_Task_
Please filter the entries for the word "plan" and copy every line that has it.

[Records drawn from a dataset]
|---|

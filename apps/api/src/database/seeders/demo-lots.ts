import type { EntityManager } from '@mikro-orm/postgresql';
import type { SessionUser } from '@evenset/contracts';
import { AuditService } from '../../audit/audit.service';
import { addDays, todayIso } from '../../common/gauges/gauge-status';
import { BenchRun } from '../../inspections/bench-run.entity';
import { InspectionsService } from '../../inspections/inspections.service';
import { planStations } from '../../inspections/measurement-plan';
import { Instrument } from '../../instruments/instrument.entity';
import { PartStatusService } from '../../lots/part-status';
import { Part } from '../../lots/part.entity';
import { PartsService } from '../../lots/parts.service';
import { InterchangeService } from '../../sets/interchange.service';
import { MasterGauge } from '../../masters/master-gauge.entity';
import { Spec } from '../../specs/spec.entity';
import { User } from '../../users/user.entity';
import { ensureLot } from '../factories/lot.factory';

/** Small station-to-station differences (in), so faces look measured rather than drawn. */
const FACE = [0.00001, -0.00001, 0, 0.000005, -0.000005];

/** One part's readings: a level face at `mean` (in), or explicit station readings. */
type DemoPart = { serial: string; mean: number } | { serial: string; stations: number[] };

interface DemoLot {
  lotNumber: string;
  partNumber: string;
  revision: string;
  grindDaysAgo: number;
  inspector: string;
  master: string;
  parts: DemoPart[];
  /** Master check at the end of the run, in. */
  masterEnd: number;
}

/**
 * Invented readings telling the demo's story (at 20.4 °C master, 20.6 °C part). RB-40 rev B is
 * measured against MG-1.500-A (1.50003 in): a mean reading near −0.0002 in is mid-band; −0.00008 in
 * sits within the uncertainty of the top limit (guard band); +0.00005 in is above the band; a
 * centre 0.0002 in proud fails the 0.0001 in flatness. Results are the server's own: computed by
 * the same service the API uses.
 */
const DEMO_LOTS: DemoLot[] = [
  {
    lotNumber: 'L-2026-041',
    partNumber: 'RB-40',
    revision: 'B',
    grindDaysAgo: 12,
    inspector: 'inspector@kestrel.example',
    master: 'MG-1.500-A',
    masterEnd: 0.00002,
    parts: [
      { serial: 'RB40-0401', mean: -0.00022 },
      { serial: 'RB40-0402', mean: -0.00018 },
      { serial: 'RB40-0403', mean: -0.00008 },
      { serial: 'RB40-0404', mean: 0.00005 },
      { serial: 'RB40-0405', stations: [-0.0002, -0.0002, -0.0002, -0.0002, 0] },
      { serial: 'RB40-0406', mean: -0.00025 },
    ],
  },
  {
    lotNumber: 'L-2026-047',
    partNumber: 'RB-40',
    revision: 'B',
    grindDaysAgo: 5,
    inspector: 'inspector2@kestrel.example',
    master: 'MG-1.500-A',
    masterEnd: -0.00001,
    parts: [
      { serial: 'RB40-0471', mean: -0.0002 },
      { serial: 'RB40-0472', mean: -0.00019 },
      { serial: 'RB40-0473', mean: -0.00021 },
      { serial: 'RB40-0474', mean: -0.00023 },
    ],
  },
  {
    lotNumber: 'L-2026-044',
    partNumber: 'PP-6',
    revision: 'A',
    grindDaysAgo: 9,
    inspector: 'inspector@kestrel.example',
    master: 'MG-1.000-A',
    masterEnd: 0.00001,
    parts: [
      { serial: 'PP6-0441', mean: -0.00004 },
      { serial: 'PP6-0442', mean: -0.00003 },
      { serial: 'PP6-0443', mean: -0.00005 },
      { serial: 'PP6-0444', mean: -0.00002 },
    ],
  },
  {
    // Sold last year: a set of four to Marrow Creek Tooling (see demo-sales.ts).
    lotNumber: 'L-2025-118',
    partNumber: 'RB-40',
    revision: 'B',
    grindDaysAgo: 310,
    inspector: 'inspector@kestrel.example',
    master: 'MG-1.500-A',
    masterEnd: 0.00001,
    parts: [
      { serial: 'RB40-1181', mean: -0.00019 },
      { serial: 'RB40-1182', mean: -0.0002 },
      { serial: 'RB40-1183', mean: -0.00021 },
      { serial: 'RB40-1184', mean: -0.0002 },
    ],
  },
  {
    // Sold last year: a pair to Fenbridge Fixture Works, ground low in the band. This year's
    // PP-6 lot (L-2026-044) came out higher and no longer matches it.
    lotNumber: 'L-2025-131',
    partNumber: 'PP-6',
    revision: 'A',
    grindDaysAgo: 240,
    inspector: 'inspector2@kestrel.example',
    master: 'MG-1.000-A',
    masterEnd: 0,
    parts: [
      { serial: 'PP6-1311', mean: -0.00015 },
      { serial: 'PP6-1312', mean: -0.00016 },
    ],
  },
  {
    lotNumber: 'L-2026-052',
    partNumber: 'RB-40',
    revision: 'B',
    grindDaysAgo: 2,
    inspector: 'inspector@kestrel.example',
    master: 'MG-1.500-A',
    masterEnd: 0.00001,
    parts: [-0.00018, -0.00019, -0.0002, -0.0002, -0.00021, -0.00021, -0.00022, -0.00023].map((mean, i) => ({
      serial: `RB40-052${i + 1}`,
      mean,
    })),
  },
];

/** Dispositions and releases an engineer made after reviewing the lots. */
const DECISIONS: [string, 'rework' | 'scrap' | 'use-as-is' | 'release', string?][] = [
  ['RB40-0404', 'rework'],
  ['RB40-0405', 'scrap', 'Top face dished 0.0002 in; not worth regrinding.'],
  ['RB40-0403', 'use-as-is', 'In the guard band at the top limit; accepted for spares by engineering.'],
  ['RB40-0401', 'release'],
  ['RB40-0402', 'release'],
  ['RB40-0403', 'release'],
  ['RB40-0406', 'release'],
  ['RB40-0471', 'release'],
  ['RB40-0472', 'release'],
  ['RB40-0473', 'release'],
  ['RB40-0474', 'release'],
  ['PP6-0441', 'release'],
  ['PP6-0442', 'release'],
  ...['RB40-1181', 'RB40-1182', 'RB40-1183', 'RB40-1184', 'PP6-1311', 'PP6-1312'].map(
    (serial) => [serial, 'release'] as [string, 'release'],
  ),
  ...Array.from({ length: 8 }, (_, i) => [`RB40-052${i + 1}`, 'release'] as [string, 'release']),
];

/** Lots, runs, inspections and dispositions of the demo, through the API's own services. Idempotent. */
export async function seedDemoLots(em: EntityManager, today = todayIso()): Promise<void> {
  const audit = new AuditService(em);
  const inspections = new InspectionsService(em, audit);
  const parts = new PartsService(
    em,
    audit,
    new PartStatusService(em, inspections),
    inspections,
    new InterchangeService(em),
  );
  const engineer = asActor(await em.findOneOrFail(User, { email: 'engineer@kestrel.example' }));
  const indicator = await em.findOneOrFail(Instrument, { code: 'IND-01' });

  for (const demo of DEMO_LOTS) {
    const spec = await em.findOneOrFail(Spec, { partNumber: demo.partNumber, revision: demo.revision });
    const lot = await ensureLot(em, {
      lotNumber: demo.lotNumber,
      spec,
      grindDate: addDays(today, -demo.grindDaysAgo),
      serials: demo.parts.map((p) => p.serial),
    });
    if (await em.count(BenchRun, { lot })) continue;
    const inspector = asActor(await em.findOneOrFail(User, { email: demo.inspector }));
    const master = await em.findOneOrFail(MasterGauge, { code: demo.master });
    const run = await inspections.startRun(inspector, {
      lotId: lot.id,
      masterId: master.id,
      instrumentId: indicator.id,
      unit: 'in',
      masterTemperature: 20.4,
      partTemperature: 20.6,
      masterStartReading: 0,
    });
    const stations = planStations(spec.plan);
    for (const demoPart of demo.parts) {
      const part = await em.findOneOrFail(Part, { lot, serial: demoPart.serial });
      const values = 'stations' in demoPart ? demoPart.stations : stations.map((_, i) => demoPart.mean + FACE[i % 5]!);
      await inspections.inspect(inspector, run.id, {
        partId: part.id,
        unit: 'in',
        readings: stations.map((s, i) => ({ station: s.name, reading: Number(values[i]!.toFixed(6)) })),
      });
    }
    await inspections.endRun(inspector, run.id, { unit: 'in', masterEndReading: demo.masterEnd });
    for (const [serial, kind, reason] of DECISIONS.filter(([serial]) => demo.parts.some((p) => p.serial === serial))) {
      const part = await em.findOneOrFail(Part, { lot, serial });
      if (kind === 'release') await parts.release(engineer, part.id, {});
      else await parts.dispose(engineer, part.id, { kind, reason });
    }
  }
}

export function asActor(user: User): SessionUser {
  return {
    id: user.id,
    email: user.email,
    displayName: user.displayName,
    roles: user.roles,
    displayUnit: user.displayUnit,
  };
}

|---|

_Solution to the problem_
import { planStations } from '../../inspections/measurement-plan';
    const stations = planStations(spec.plan);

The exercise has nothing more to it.